- **INSTRUCTIONS FOR THE TASK**:
Check each line of the entries below for the word "Rust", and copy the lines that have it.
Start of STUDY MATERIAL
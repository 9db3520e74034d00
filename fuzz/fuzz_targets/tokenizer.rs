//! Fuzz target `tokenizer`: see `themata::testbed::fuzz_checks::tokenizer`.
#![no_main]

use libfuzzer_sys::fuzz_target;

fuzz_target!(|bytes: &[u8]| themata_fuzz::fuzz_checks::tokenizer(bytes));
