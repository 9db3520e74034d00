//! How numbers are printed in listings, TSV and JSON: a fixed number of
//! significant digits (six unless asked for more), written the way C's
//! `printf("%.Ng")` writes them, so every spreadsheet and every language's
//! number parser reads them back. Fields of text written into TSV are
//! escaped here too, so that no value can break the columns.

use std::borrow::Cow;

/// Significant digits printed by default.
pub const DEFAULT_PRECISION: usize = 6;
/// The most significant digits anyone can ask for: 17 digits tell every
/// binary64 value apart (IEEE 754-2019, section 5.12.2), so more would only
/// print noise.
pub const MAX_PRECISION: usize = 17;

/// Prints numbers with a fixed number of significant digits.
#[derive(Clone, Copy, Debug, PartialEq, Eq)]
pub struct Numbers {
    significant: usize,
}

impl Default for Numbers {
    fn default() -> Numbers {
        Numbers::with_precision(DEFAULT_PRECISION)
    }
}

impl Numbers {
    /// `significant` digits, clamped to `1..=MAX_PRECISION`.
    pub fn with_precision(significant: usize) -> Numbers {
        Numbers {
            significant: significant.clamp(1, MAX_PRECISION),
        }
    }

    /// The number of significant digits.
    pub fn precision(&self) -> usize {
        self.significant
    }

    /// `value` as `%.Ng` prints it (N the precision): scientific notation
    /// when the decimal exponent is below -4 or at least N, plain decimals
    /// otherwise, trailing zeros and a bare decimal point removed, an
    /// exponent of at least two digits; `nan`, `inf` and `-inf` for values
    /// that are not finite.
    pub fn text(&self, value: f64) -> String {
        if value.is_nan() {
            return "nan".to_string();
        }
        if value.is_infinite() {
            return if value > 0.0 { "inf" } else { "-inf" }.to_string();
        }
        let digits = self.significant;
        // The exponent after rounding to `digits` significant digits decides
        // the style (ISO C11 7.21.6.1, the g conversion).
        let scientific = format!("{:.*e}", digits - 1, value);
        let (mantissa, exponent) = scientific
            .split_once('e')
            .expect("Rust's {:e} always writes an exponent");
        let exponent: i64 = exponent.parse().expect("Rust's {:e} writes a whole exponent");
        if exponent < -4 || exponent >= digits as i64 {
            let mantissa = strip_zeros(mantissa);
            let sign = if exponent < 0 { '-' } else { '+' };
            format!("{mantissa}e{sign}{:02}", exponent.unsigned_abs())
        } else {
            let decimals = (digits as i64 - 1 - exponent) as usize;
            strip_zeros(&format!("{value:.decimals$}")).to_string()
        }
    }

    /// `value` rounded to the precision, as the nearest binary64 value (what
    /// JSON output carries, so that it prints no more digits than the text).
    pub fn round(&self, value: f64) -> f64 {
        if !value.is_finite() {
            return value;
        }
        self.text(value).parse().unwrap_or(value)
    }

    /// Rounds every non-integer number in a JSON value, in place.
    pub fn round_json(&self, value: &mut serde_json::Value) {
        use serde_json::Value;
        match value {
            Value::Number(number) if number.is_f64() => {
                if let Some(rounded) = number
                    .as_f64()
                    .and_then(|x| serde_json::Number::from_f64(self.round(x)))
                {
                    *number = rounded;
                }
            }
            Value::Array(items) => items.iter_mut().for_each(|item| self.round_json(item)),
            Value::Object(fields) => fields.values_mut().for_each(|item| self.round_json(item)),
            _ => {}
        }
    }
}

/// Drops trailing zeros after a decimal point, and the point if nothing follows it.
fn strip_zeros(text: &str) -> &str {
    if text.contains('.') {
        text.trim_end_matches('0').trim_end_matches('.')
    } else {
        text
    }
}

/// A text value made safe for one TSV field: backslash, tab, line feed and
/// carriage return are written `\\`, `\t`, `\n` and `\r`, the escapes
/// PostgreSQL's text COPY format and most TSV readers use; anything else is
/// kept as it is. Borrows when nothing needs escaping.
pub fn tsv_field(text: &str) -> Cow<'_, str> {
    if !text.contains(['\\', '\t', '\n', '\r']) {
        return Cow::Borrowed(text);
    }
    let mut out = String::with_capacity(text.len() + 8);
    for character in text.chars() {
        match character {
            '\\' => out.push_str("\\\\"),
            '\t' => out.push_str("\\t"),
            '\n' => out.push_str("\\n"),
            '\r' => out.push_str("\\r"),
            other => out.push(other),
        }
    }
    Cow::Owned(out)
}

#[cfg(test)]
mod tests {
    use super::*;

    #[test]
    fn six_significant_digits_as_printf_g_writes_them() {
        // Source: ISO C11 7.21.6.1 (the g conversion); expected strings are
        // what C's printf("%.6g") (here Python's "%.6g" % x, which follows
        // it) prints for these values.
        let numbers = Numbers::default();
        let cases: [(f64, &str); 16] = [
            (0.0, "0"),
            (1.0, "1"),
            (0.5, "0.5"),
            (0.123456789, "0.123457"),
            (0.0001, "0.0001"),
            (0.00001, "1e-05"),
            (0.000_055_302_755_063_332_9, "5.53028e-05"),
            (123456.0, "123456"),
            (1234567.0, "1.23457e+06"),
            (999999.5, "1e+06"),
            (9.9999996, "10"),
            (-0.0271828182845904, "-0.0271828"),
            (1e-300, "1e-300"),
            (2.5e-308, "2.5e-308"),
            (100.0, "100"),
            (1234.5678, "1234.57"),
        ];
        for (value, expected) in cases {
            assert_eq!(numbers.text(value), expected, "{value:e}");
        }
        assert_eq!(numbers.text(f64::NAN), "nan");
        assert_eq!(numbers.text(f64::INFINITY), "inf");
        assert_eq!(numbers.text(f64::NEG_INFINITY), "-inf");
    }

    #[test]
    fn other_precisions_as_printf_g_writes_them() {
        // Source: ISO C11 7.21.6.1; printf("%.3g"), printf("%.10g") and
        // printf("%.17g") of these values.
        assert_eq!(Numbers::with_precision(3).text(0.0123456), "0.0123");
        assert_eq!(Numbers::with_precision(3).text(98765.0), "9.88e+04");
        assert_eq!(Numbers::with_precision(1).text(0.25), "0.2");
        assert_eq!(Numbers::with_precision(10).text(1.0 / 3.0), "0.3333333333");
        assert_eq!(Numbers::with_precision(17).text(0.1), "0.10000000000000001");
        // 17 significant digits read back to the same binary64 value
        // (IEEE 754-2019, 5.12.2).
        let value = 0.000_055_302_755_063_332_9_f64;
        assert_eq!(
            Numbers::with_precision(17).text(value).parse::<f64>().unwrap(),
            value
        );
    }

    #[test]
    fn json_numbers_are_rounded_and_integers_kept() {
        // Source: RFC 8259 section 6 (a JSON number may carry an exponent);
        // rounding to six digits is this module's own rule.
        let mut value = serde_json::json!({
            "share": 0.123456789,
            "count": 12345678901u64,
            "rows": [[1, 0.000_055_302_755_063_332_9]],
        });
        Numbers::default().round_json(&mut value);
        assert_eq!(
            serde_json::to_string(&value).unwrap(),
            r#"{"share":0.123457,"count":12345678901,"rows":[[1,0.0000553028]]}"#
        );
    }

    #[test]
    fn tsv_fields_escape_what_would_break_columns() {
        // Source: IANA media type text/tab-separated-values (a field holds no
        // tab or line break); the escapes are those of PostgreSQL's COPY
        // text format (backslash, t, n, r).
        assert_eq!(tsv_field("plain id"), "plain id");
        assert!(matches!(tsv_field("plain id"), Cow::Borrowed(_)));
        assert_eq!(tsv_field("a\tb\nc\rd\\e"), "a\\tb\\nc\\rd\\\\e");
    }
}
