//! Topic listings: each topic's share of the tokens and its heaviest words
//! with their weights `phi_kw` and credible intervals.

use std::io::{self, Write};

use serde::Serialize;

use super::ListingFormat;
use super::numbers::{Numbers, tsv_field};
use crate::evaluate::uncertainty::UncertaintyError;
use crate::model::Model;
use crate::publish::names::TopicNames;

/// One word of a topic with its weight `phi_kw` and a credible interval.
#[derive(Clone, Debug, PartialEq, Serialize)]
pub struct WeightedWord {
    pub word: String,
    pub weight: f64,
    pub low: f64,
    pub high: f64,
}

/// A topic as shown: its share of tokens and its words by weight.
#[derive(Clone, Debug, PartialEq, Serialize)]
pub struct TopicListing {
    /// The topic's id (its index outside a run root).
    pub topic: u32,
    /// The editors' name of the topic, when the model belongs to a run root
    /// whose names file names it (see [`name_topics`]).
    #[serde(skip_serializing_if = "Option::is_none")]
    pub name: Option<String>,
    pub share: f64,
    pub words: Vec<WeightedWord>,
}

/// How many words to list per topic.
#[derive(Clone, Copy, Debug, PartialEq, Eq)]
pub enum WordLimit {
    /// The N heaviest words.
    Top(usize),
    /// Every word the topic has tokens of.
    All,
}

impl std::fmt::Display for WordLimit {
    fn fmt(&self, f: &mut std::fmt::Formatter<'_>) -> std::fmt::Result {
        match self {
            WordLimit::Top(n) => write!(f, "{n}"),
            WordLimit::All => write!(f, "all"),
        }
    }
}

impl std::str::FromStr for WordLimit {
    type Err = String;

    fn from_str(text: &str) -> Result<WordLimit, String> {
        if text.eq_ignore_ascii_case("all") {
            return Ok(WordLimit::All);
        }
        match text.parse::<usize>() {
            Ok(0) | Err(_) => Err(format!("`{text}` is not a positive number or `all`")),
            Ok(n) => Ok(WordLimit::Top(n)),
        }
    }
}

/// The topics of a model with their heaviest words; word intervals at `level`.
pub fn topic_listings(
    model: &Model,
    limit: WordLimit,
    level: f64,
) -> Result<Vec<TopicListing>, UncertaintyError> {
    let shares = model.topic_token_shares();
    (0..model.n_topics())
        .map(|topic_idx| {
            let row = model.topic_word_row(topic_idx);
            let mut words: Vec<(u32, f64)> = row
                .iter()
                .enumerate()
                .filter(|&(w, _)| limit != WordLimit::All || model.topic_has_word(topic_idx, w))
                .map(|(w, &weight)| (w as u32, weight))
                .collect();
            let by_weight = |a: &(u32, f64), b: &(u32, f64)| b.1.total_cmp(&a.1).then(a.0.cmp(&b.0));
            if let WordLimit::Top(n) = limit
                && words.len() > n
            {
                words.select_nth_unstable_by(n - 1, by_weight);
                words.truncate(n);
            }
            words.sort_by(by_weight);
            Ok(TopicListing {
                topic: model.topic_ids[topic_idx],
                name: None,
                share: shares[topic_idx],
                words: words
                    .into_iter()
                    .map(|(w, weight)| {
                        let interval = model.topic_word_interval(topic_idx, w as usize, level)?;
                        Ok(WeightedWord {
                            word: model.corpus.vocabulary.display(w).to_string(),
                            weight,
                            low: interval.low,
                            high: interval.high,
                        })
                    })
                    .collect::<Result<_, UncertaintyError>>()?,
            })
        })
        .collect()
}

/// Gives each listed topic its editors' name, if it has one.
pub fn name_topics(topics: &mut [TopicListing], names: &TopicNames) {
    for topic in topics {
        topic.name = names.get(topic.topic).map(str::to_string);
    }
}

/// Writes topic listings in the chosen format, numbers of TSV and JSON with
/// `numbers`' significant digits. TSV lines are
/// `topic<TAB>rank<TAB>word<TAB>weight` (rank from 1; this layout is a
/// contract with downstream tools, so intervals appear in the table and JSON
/// only); when some topic has a name, a fifth column `name` follows (empty
/// for a topic without one).
pub fn write_topics(
    out: &mut dyn Write,
    topics: &[TopicListing],
    format: ListingFormat,
    numbers: Numbers,
) -> io::Result<()> {
    match format {
        ListingFormat::Tsv => {
            let named = topics.iter().any(|topic| topic.name.is_some());
            writeln!(
                out,
                "topic\trank\tword\tweight{}",
                if named { "\tname" } else { "" }
            )?;
            for topic in topics {
                let name = topic.name.as_deref().map(tsv_field).unwrap_or_default();
                for (rank, word) in topic.words.iter().enumerate() {
                    write!(
                        out,
                        "{}\t{}\t{}\t{}",
                        topic.topic,
                        rank + 1,
                        tsv_field(&word.word),
                        numbers.text(word.weight)
                    )?;
                    if named {
                        write!(out, "\t{name}")?;
                    }
                    writeln!(out)?;
                }
            }
        }
        ListingFormat::Json => {
            let mut value = serde_json::json!({ "topics": topics });
            numbers.round_json(&mut value);
            serde_json::to_writer_pretty(&mut *out, &value)?;
            writeln!(out)?;
        }
        ListingFormat::Table => {
            writeln!(
                out,
                "{:>5}  {:>6}  words: weight [credible interval]",
                "topic", "share"
            )?;
            for topic in topics {
                let words: Vec<String> = topic
                    .words
                    .iter()
                    .map(|w| {
                        format!(
                            "{} {:.3} [{:.3}-{:.3}]",
                            tsv_field(&w.word),
                            w.weight,
                            w.low,
                            w.high
                        )
                    })
                    .collect();
                let name = topic
                    .name
                    .as_deref()
                    .map(|name| format!("{}: ", tsv_field(name)))
                    .unwrap_or_default();
                writeln!(
                    out,
                    "{:>5}  {:>5.1}%  {name}{}",
                    topic.topic,
                    100.0 * topic.share,
                    words.join(", ")
                )?;
            }
        }
    }
    Ok(())
}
End of STUDY MATERIAL
- **WRITTEN SOLUTION**:
            .expect("Rust's {:e} always writes an exponent");
        let exponent: i64 = exponent.parse().expect("Rust's {:e} writes a whole exponent");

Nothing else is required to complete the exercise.